We would use this grant money to collect two sets of pilot data. Firstly to prove that glucose is the vital component for the stem cells used in Parkinson’s and Huntington’s disease research. Secondly, to prove that glucose can be released from hydrogels in a controlled manner. No one has yet developed glucose releasing materials, but we have an idea how to do this. The data generated in this project will be used as evidence in future grant applications, where we will ask for substantial funding to create the world’s first injectable glucose supply.

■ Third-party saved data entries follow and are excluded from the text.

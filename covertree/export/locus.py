r"""JSON, LaTeX and table rows for locus classes and cover-space integrals.

The JSON documents are contracts (keys are only ever added).  ``locus``::

    {"problem": {"genus", "target_genus", "degree", "profiles"},
     "dimension": N,
     "class": {"lambda": "p/q", "delta_0": "p/q", ...},
     "class_unordered": {... same keys ...},
     "symmetry": n,
     "tests": [{"monomial": "...", "cover_space": "p/q", "from_class": "p/q"}, ...],
     "consistent": true,
     "family": "p/q", "family_unordered": "p/q"}   (the last two only with a family)

``class`` is the class of the labelled problem, ``class_unordered`` divided by
``symmetry`` (the permutations of branch points with equal profiles); genus 2
has the keys ``delta_0, delta_1`` only.  For a marked source (``problem``
then has ``marks``) the classes live on ``Mbar_{G,n}`` and have the keys
``lambda``, ``psi_1 .. psi_n`` and one per boundary divisor (``delta_0``,
``delta_i_{a,b,...}``), ``symmetry`` only permutes unmarked branch points, and
two more keys say how the generators were reduced::

     "basis": ["lambda", "psi_1", ...],
     "relations": {"delta_0": {"lambda": "10", ...}, ...}

(generators outside the basis have coefficient 0 in the classes; each
relation writes one of them in the basis).  ``integral``::

    {"problem": {...}, "source": "...", "target": "...", "value": "p/q"}

Examples
--------
>>> from covertree.hurwitz.problem import HurwitzProblem
>>> from covertree.locus.divisor import locus_class
>>> c = locus_class(HurwitzProblem.build(2, 1, genus=2))
>>> print(locus_to_latex(c))
\[ [\overline{\mathcal{H}}] = 6\,\delta_{0} + 24\,\delta_{1}, \qquad \tfrac{1}{2}\,[\overline{\mathcal{H}}] = 3\,\delta_{0} + 12\,\delta_{1} \]
"""

from __future__ import annotations

from fractions import Fraction

from covertree.export.rational import latex_rational, rational_str
from covertree.locus.divisor import LocusClass
from covertree.locus.integrals import CoverSpaceIntegral
from covertree.export.jsontext import json_text

__all__ = ["locus_to_dict", "locus_to_json", "locus_to_latex", "class_text", "integral_to_dict", "integral_to_json"]


def locus_to_dict(result: LocusClass, family: dict[str, Fraction] | None = None) -> dict:
    """The ``locus`` JSON document as a dict; ``family`` holds the family numbers."""
    doc = {
        "problem": result.problem.to_dict(),
        "dimension": result.dimension,
        "class": {k: rational_str(v) for k, v in result.labelled.items()},
        "class_unordered": {k: rational_str(v) for k, v in result.unordered.items()},
        "symmetry": result.symmetry,
        "tests": [{"monomial": t.monomial.notation, "cover_space": rational_str(t.cover_space),
                   "from_class": rational_str(t.from_class)} for t in result.tests],
        "consistent": result.consistent,
    }
    if result.basis:
        doc["basis"] = list(result.basis)
        doc["relations"] = {k: {b: rational_str(c) for b, c in v.items()} for k, v in result.relations.items()}
    if family is not None:
        doc["family"] = rational_str(family["labelled"])
        doc["family_unordered"] = rational_str(family["unordered"])
    return doc


def locus_to_json(result: LocusClass, family: dict[str, Fraction] | None = None) -> str:
    return json_text(locus_to_dict(result, family))


def class_text(coefficients: dict[str, Fraction], latex: bool = False) -> str:
    """``9 lambda - delta_0 - 3 delta_1`` (or its LaTeX form); ``0`` when empty.

    >>> class_text({"lambda": Fraction(9), "delta_0": Fraction(-1), "delta_1": Fraction(0)})
    '9 lambda - delta_0'
    """
    terms = []
    for name, value in coefficients.items():
        if not value:
            continue
        symbol = _latex_symbol(name) if latex else name
        size = abs(value)
        number = latex_rational(size) if latex else rational_str(size)
        body = symbol if size == 1 else (rf"{number}\,{symbol}" if latex else f"{number} {symbol}")
        terms.append(("-" if value < 0 else "+", body))
    if not terms:
        return "0"
    first_sign, first = terms[0]
    text = ("-" if first_sign == "-" else "") + first
    return text + "".join(f" {s} {b}" for s, b in terms[1:])


def _latex_symbol(name: str) -> str:
    r"""``\lambda``, ``\psi_{k}``, ``\delta_{i}`` or ``\delta_{i,\{a,b\}}``.

    >>> print(_latex_symbol("delta_1_{}"), _latex_symbol("psi_2"), _latex_symbol("delta_0_{1,2}"))
    \delta_{1,\{\}} \psi_{2} \delta_{0,\{1,2\}}
    """
    if name == "lambda":
        return r"\lambda"
    head, _, tail = name.partition("_")
    number, _, legs = tail.partition("_")
    if legs:
        return rf"\delta_{{{number},\{{{legs.strip('{}')}\}}}}"
    return rf"\{head}_{{{number}}}"


def locus_to_latex(result: LocusClass) -> str:
    """One displayed equation: the labelled class and the unordered one."""
    lab = class_text(result.labelled, latex=True)
    unordered = class_text(result.unordered, latex=True)
    factor = latex_rational(Fraction(1, result.symmetry)).replace(r"\frac", r"\tfrac")
    return (rf"\[ [\overline{{\mathcal{{H}}}}] = {lab}, \qquad "
            rf"{factor}\,[\overline{{\mathcal{{H}}}}] = {unordered} \]")


def integral_to_dict(result: CoverSpaceIntegral) -> dict:
    return {"problem": result.problem.to_dict(), "source": result.source.notation,
            "target": result.target.notation, "value": rational_str(result.value)}


def integral_to_json(result: CoverSpaceIntegral) -> str:
    return json_text(integral_to_dict(result))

Principal Investigator: Dr Meike Heurich
School of Pharmacy and Pharmaceutical Sciences

We aim to generate a new treatment strategy for inflammatory and thrombotic diseases to simultaneously dampen an excessive response of the immune and clotting system. Both complement (immunity) and coagulation (clotting) work together, to keep blood vessels healthy. However, in disease, this protection is dysfunctional. Uncontrolled, excessive activation in blood vessels leads to tissue destruction and clot formation, causing, for example, a heart attack or stroke. Complement and coagulation blood protein cascades need to be appropriately regulated. One of our body’s control proteins on the surface of blood vessels, thrombomodulin, protects them from damage through uncontrolled blood clotting.

Our research has shown that thrombomodulin also controls complement immunity. We have characterised the interaction sites between thrombomodulin and complement protein factor H. We utilize computational methods to model this interaction and pre-screen and select suitable thrombomodulin mutants with enhanced complement factor H regulating activity - while maintaining its coagulation regulatory function.

Cell culture for recombinant protein expression is established for wildtype protein and lead candidate(s) will be generated, purified and tested in standard complement and clotting activation assays using specialist equipment. In the future, this dual-target therapeutic will be assessed in vivo with the aim to become integrated into a clinical trial.